Вверху: традиционный вид, включающий обмен нитями с последующим переносом ветвей (корректура). Механизм происходит в рамках синаптического комплекса (1), включающего оба сайта ДНК в параллельной ориентации. Хотя ветвящаяся миграция напрямую объясняет специфические требования гомологии и обратимость процесса, она не может быть согласована с движениями субъединиц рекомбиназы в трех измерениях.

Внизу: текущий вид. Две одновременные замены цепей, каждая из которых зависит от комплементарности трех последовательных оснований на краях спейсера из 8 пар оснований (или рядом с ними) (пунктирные линии указывают на спаривание оснований).

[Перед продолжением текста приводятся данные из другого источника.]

import { Inject, Injectable } from '@nestjs/common';
import {
  DomainError,
  JOBS,
  permissionsOf,
  type Role,
  type SummaryListView,
  type SummaryRequested,
  type SummaryView,
  weekInWords,
} from '@app/contracts';
import {
  type Database,
  findFirstReadingAt,
  findSummary,
  findSummaryPlant,
  getSummaryVersion,
  insertAuditEntry,
  insertOwedJob,
  lastCompleteWeek,
  listSummaries,
  listSummariesUnderWay,
  listSummaryVersions,
  type Person,
  type SummaryRow,
  toldAt,
  weekStartingOn,
} from '@app/data';
import { CLOCK, type Clock, DATABASE, Dispatcher } from '@app/platform';
import { writeSummary } from '@app/workbook';
import { AccessService } from '../access/access.service';
import { toUnderWay } from './under-way';

/** A plant's weeks as they were told, and new versions of them on demand. */
@Injectable()
export class SummariesService {
  constructor(
    @Inject(DATABASE) private readonly database: Database,
    @Inject(CLOCK) private readonly clock: Clock,
    private readonly access: AccessService,
    private readonly dispatcher: Dispatcher,
  ) {}

  async list(person: Person, plantId: number): Promise<SummaryListView> {
    const found = await findSummaryPlant(this.database, plantId);
    const { thing: plant, roles } = await this.access.requireThing(person.id, found, 'read_summary');
    return {
      items: await listSummaries(this.database, plantId),
      lastWeekStartsOn: lastCompleteWeek(this.clock.now(), plant.timeZone).startsOn,
      underWay: (await listSummariesUnderWay(this.database, plantId)).map(toUnderWay),
      maySend: maySend(roles),
    };
  }

  async get(person: Person, id: number): Promise<SummaryView> {
    const { thing: summary, roles } = await this.require(person, id);
    const versions = await listSummaryVersions(this.database, summary.plantId, summary.weekStartsOn);
    return {
      ...summary.content,
      id,
      version: summary.version,
      madeAt: summary.madeAt.toISOString(),
      versions: versions.map((version) => ({ ...version, madeAt: version.madeAt.toISOString() })),
      maySend: maySend(roles),
    };
  }

  async workbook(person: Person, id: number): Promise<{ name: string; bytes: Buffer }> {
    const { thing: summary } = await this.require(person, id);
    return { name: `summary-${summary.weekStartsOn}.xlsx`, bytes: await writeSummary(summary.content) };
  }

  /** Owes a new version of a week that is over; the worker makes it. */
  async request(
    person: Person,
    plantId: number,
    { weekStartsOn, send }: { weekStartsOn: string; send: boolean },
    address: string,
  ): Promise<SummaryRequested> {
    const found = await findSummaryPlant(this.database, plantId);
    const { thing: plant } = await this.access.requireThing(person.id, found, 'send_summary');
    const at = this.clock.now();
    const week = weekStartingOn(weekStartsOn, plant.timeZone);
    const firstReadingAt = await findFirstReadingAt(this.database, plantId);
    if (toldAt(week, plant.timeZone) > at)
      throw refusal('week-not-over', 'The summary of a week is made from Monday 06:00 after it on.');
    if (firstReadingAt === null || firstReadingAt >= week.to)
      throw refusal('week-before-readings', 'The plant has no reading from that week or before it.');
    const { version, owedJobId } = await this.database.transaction(async (tx) => {
      const version = (await getSummaryVersion(tx, plantId, weekStartsOn)) + 1;
      await insertAuditEntry(tx, {
        plantId,
        at,
        actor: person,
        action: 'request-summary',
        thingKind: 'plant',
        thingId: plantId,
        sentence: `${person.name} asked for a new version of the summary of the week of ${weekInWords(weekStartsOn)}${send ? ', to be mailed' : ''}.`,
        after: { weekStartsOn, send },
        address,
      });
      const subject = { plantId, weekStartsOn, isSent: send, askedBy: person.id };
      return { version, owedJobId: await insertOwedJob(tx, { plantId, name: JOBS.weeklySummary, subject, at }) };
    });
    await this.dispatcher.owedJobs([owedJobId]);
    return { weekStartsOn, version, jobId: owedJobId };
  }

  private async require(person: Person, id: number): Promise<{ thing: SummaryRow; roles: Role[] }> {
    return this.access.requireThing(person.id, await findSummary(this.database, id), 'read_summary');
  }
}

const maySend = (roles: Role[]) => permissionsOf(roles).includes('send_summary');

const refusal = (code: string, detail: string) =>
  new DomainError('conflict', code, detail, [{ pointer: '/weekStartsOn', code, detail }]);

Дидактические сложности возникают из-за того, что в этой модели синаптический комплекс должен вмещать оба субстрата в антипараллельной ориентации.

Этот синаптический комплекс (1) возникает в результате ассоциации двух индивидуальных субъединиц рекомбиназы («протомеры»; серые овалы) с соответствующим сайтом-мишенью. Его образование зависит от межпротомерных контактов и изгиба ДНК, которые, в свою очередь, определяют субъединицы (зеленый цвет), играющие активную роль во время первой реакции кроссовера. Оба изображения иллюстрируют только половину соответствующего пути. Эти части разделяются стадией соединения Холлидея / изомеризации перед высвобождением продукта (3).
Рис. 2. Сер-рекомбиназы: (по существу необратимый) путь вращения субъединиц.

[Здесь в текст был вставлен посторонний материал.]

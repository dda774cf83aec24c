import { notScoredSentence } from '@app/contracts';
import { Dropdown } from 'primereact/dropdown';
import { InputText } from 'primereact/inputtext';
import { useEffect, useId, useState } from 'react';
import type { LotFilters } from '../../../app/urls';
import { useLine } from '../../../shared/line-context/line-context';
import { Action } from '../../../shared/ui/action';
import { DISPOSITION_CHOICES, HELD_CHOICES, isNarrowed, STATE_CHOICES, TIME_CHOICES, UNNARROWED } from '../filters';

interface LotFilterBarProps {
  filters: LotFilters;
  onChange: (next: Partial<LotFilters>) => void;
}

export function LotFilterBar({ filters, onChange }: LotFilterBarProps) {
  const { lines } = useLine();
  const lineChoices = [
    { value: '', label: 'all lines' },
    ...lines.map((line) => ({ value: String(line.id), label: line.name })),
  ];
  return (
    <form className="filters" role="search" aria-label="Filter the lots" onSubmit={(event) => event.preventDefault()}>
      <LotText text={filters.text ?? ''} onChange={(text) => onChange({ text })} />
      <Choice
        label="Line"
        value={filters.line == null ? '' : String(filters.line)}
        choices={lineChoices}
        onChange={(value) => onChange({ line: value === '' ? null : Number(value) })}
      />
      <Choice
        label="Verdict or fate"
        value={filters.state ?? ''}
        choices={STATE_CHOICES}
        onChange={(state) => onChange({ state })}
      />
      <Choice label="Hold" value={filters.held ?? ''} choices={HELD_CHOICES} onChange={(held) => onChange({ held })} />
      <Choice label="Time" value={filters.by ?? ''} choices={TIME_CHOICES} onChange={(by) => onChange({ by })} />
      {(filters.by === 'decided' || filters.disposition != null) && (
        <Choice
          label="Decided"
          value={filters.disposition ?? ''}
          choices={DISPOSITION_CHOICES}
          onChange={(disposition) => onChange({ disposition })}
        />
      )}
      <Day label="From" value={filters.from} onChange={(from) => onChange({ from })} />
      <Day label="To" value={filters.to} onChange={(to) => onChange({ to })} />
      {isNarrowed(filters) && (
        <Action kind="plain" onPress={() => onChange(UNNARROWED)}>
          Take the filters away
        </Action>
      )}
      {filters.notScoredOn != null && (
        <p className="filters__note">
          Only lots without a score on one channel
          {filters.notScoredFor != null && `, since ${notScoredSentence(filters.notScoredFor)}`}.
        </p>
      )}
    </form>
  );
}

const TYPING_PAUSE_MS = 350;

/** Asks once typing pauses. */
function LotText({ text, onChange }: { text: string; onChange: (text: string) => void }) {
  const [draft, setDraft] = useState(text);
  const [inAddress, setInAddress] = useState(text);
  if (text !== inAddress) {
    setInAddress(text);
    setDraft(text);
  }
  useEffect(() => {
    if (draft === text) return;
    const timer = setTimeout(() => onChange(draft), TYPING_PAUSE_MS);
    return () => clearTimeout(timer);
  }, [draft, text, onChange]);
  return (
    <label className="filters__field filters__field--text">
      <span>Lot or product</span>
      <InputText type="search" value={draft} onChange={(event) => setDraft(event.target.value)} />
    </label>
  );
}

interface ChoiceProps {
  label: string;
  value: string;
  choices: { value: string; label: string }[];
  onChange: (value: string) => void;
}

function Choice({ label, value, choices, onChange }: ChoiceProps) {
  const inputId = useId();
  return (
    <div className="filters__field">
      <label htmlFor={inputId}>{label}</label>
      <Dropdown
        inputId={inputId}
        value={value}
        options={choices}
        optionLabel="label"
        optionValue="value"
        scrollHeight="320px"
        onChange={(event) => onChange(String(event.value))}
      />
    </div>
  );
}

function Day({
  label,
  value,
  onChange,
}: {
  label: string;
  value?: string | null;
  onChange: (day: string | null) => void;
}) {
  return (
    <label className="filters__field filters__field--day">
      <span>{label}</span>
      <InputText type="date" value={value ?? ''} onChange={(event) => onChange(event.target.value || null)} />
    </label>
  );
}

В отличие от Tyr-рекомбиназ, четыре участвующих нити ДНК разрезаются синхронно в точках, разнесенных только на 2 п.н. (оставляя мало места для корректуры). Вращение субъединицы (180 °) позволяет обмениваться цепями, будучи ковалентно связанными с белком-партнером. Промежуточное воздействие двухцепочечных разрывов несет риск запуска незаконной рекомбинации и, следовательно, вторичных реакций.

Здесь синаптический комплекс возникает в результате ассоциации предварительно сформированных димеров рекомбиназы с соответствующими сайтами-мишенями (CTD / NTD, C- / N-концевой домен). Как и в случае Tyr-рекомбиназ, каждый сайт содержит два плеча, в каждом из которых находится один протомер. Поскольку оба плеча структурированы немного по-разному, субъединицы становятся конформационно настроенными и тем самым готовятся к их соответствующей роли в цикле рекомбинации. В отличие от представителей Tyr-класса, путь рекомбинации преобразует два разных сайта субстрата (attP и attB) в сайт-гибриды (attL и attR) . Это объясняет необратимую природу этого конкретного пути рекомбинации, который может быть преодолен только с помощью вспомогательных «факторов направленности рекомбинации» (RDF).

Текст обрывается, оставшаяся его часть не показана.